An alternative to the batteries required to power sensors in infrastructure monitoring systems or medical wearables is being advanced by researchers from ETH Zürich (Switzerland), EPFL (Switzerland) and AMOLF (The Netherlands).
The battery-free sensor reacts to sound waves, such as particular spoken words, producing enough vibrational energy to power an electronic device. The silicon-based component is intended to reduce battery waste as it activates cochlear implants or other medical devices or monitors buildings through vibration sensing for faults.

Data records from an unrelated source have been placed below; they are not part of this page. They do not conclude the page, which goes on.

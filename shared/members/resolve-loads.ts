import type { GivenValue } from '../calc/quantity.ts';
import type { DimensionName } from '../units/dimension.ts';
import type { Given } from './given-values.ts';
import type { CombinationInput } from './input.ts';
import type { LoadInput } from './load-input.ts';
import { samePlace } from './resolve-restraints.ts';
import type { ResolvedLoad, ResolvedRestraint, ResolvedSupport } from './resolved.ts';

export interface PlacesContext {
  /** Path of the combination within the member: `combinations[0]`. */
  readonly path: string;
  readonly length: GivenValue;
  readonly restraints: readonly ResolvedRestraint[] | null;
  readonly problem: (path: string, message: string) => void;
  /** A quantity of this force set. */
  readonly read: (path: string, given: Given | undefined, d: DimensionName) => GivenValue | null;
}

/** Loads between the ends, with their places; every place must lie on the member. */
export function resolveLoads(
  loads: readonly LoadInput[] | undefined,
  { path, length, problem, read }: PlacesContext,
): readonly ResolvedLoad[] {
  return (loads ?? []).flatMap((load, i): ResolvedLoad[] => {
    const at = `${path}.loads[${i}]`;
    const place = (field: string, given: Given | undefined): GivenValue | null => {
      const found = read(`${at}.${field}`, given, 'length');
      if (found && (found.value < 0 || found.value > length.value * (1 + 1e-9)))
        problem(
          `${at}.${field}`,
          `is ${found.text} from end A, which is not on the member of ${length.text}`,
        );
      return found;
    };
    if (load.bends === 'x' && load.height === undefined)
      problem(
        `${at}.height`,
        'is needed: a load above or below the shear centre changes lateral-torsional buckling; "top", "centre" or "bottom"',
      );
    const head = { id: `load${i + 1}`, axis: load.bends, height: load.height ?? 'centre' } as const;
    if (load.kind === 'point') {
      const [W, where] = [read(`${at}.W`, load.W, 'force'), place('at', load.at)];
      return W && where ? [{ ...head, kind: 'point', W, at: where }] : [];
    }
    if ((load.from === undefined) !== (load.to === undefined))
      problem(
        `${at}.${load.from === undefined ? 'from' : 'to'}`,
        'is needed beside the other end of the load',
      );
    const [from, to] = [place('from', load.from), place('to', load.to)];
    if (from && to && to.value <= from.value)
      problem(`${at}.to`, `is ${to.text}, not beyond where the load starts, ${from.text}`);
    const reach = from && to ? { from, to } : null;
    if (load.kind === 'uniform') {
      const w = read(`${at}.w`, load.w, 'lineLoad');
      return w ? [{ ...head, kind: 'uniform', w, reach }] : [];
    }
    const wFrom = read(`${at}.wFrom`, load.wFrom, 'lineLoad');
    const wTo = read(`${at}.wTo`, load.wTo, 'lineLoad');
    return wFrom && wTo ? [{ ...head, kind: 'linear', wFrom, wTo, reach }] : [];
  });
}

/** Moments over held points, each of which must be a restraint of the member in that plane. */
export function resolveSupports(
  supports: CombinationInput['supports'],
  { path, length, restraints, problem, read }: PlacesContext,
): readonly ResolvedSupport[] {
  return (supports ?? []).flatMap((given, i): ResolvedSupport[] => {
    const at = `${path}.supports[${i}]`;
    const place = read(`${at}.at`, given.at, 'length');
    if (!place) return [];
    const restraint = restraints?.find((r) => samePlace(r.at.value, place.value, length.value));
    if (!restraint) {
      problem(`${at}.at`, `is ${place.text} from end A, where the member has no restraint`);
      return [];
    }
    return [
      {
        restraint: restraint.id,
        Mx: read(`${at}.Mx`, given.Mx, 'moment'),
        My: read(`${at}.My`, given.My, 'moment'),
      },
    ];
  });
}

The phononic sensor described in Advanced Functional Materials relies on passive speech recognition and is activated whenever a certain word is spoken, or a particular tone or noise is generated. These specific sound waves cause the silicon-based sensor to vibrate sufficiently so that it generates a tiny electrical pulse to switch on an electronic device.
Using computer modeling and algorithms, the structure of the metamaterial-based sensor was designed with a lattice of identical silicon resonators connected by tiny bars that function as springs. These springs determine whether a particular sound sets the sensor in motion.
A potential use case for these battery-free sensors is in earthquake or building monitoring, as they could register when a building develops a crack according to the right sound or wave energy. In the medical realm, the devices might be used to power cochlear implants and eliminate the need for frequent battery replacement.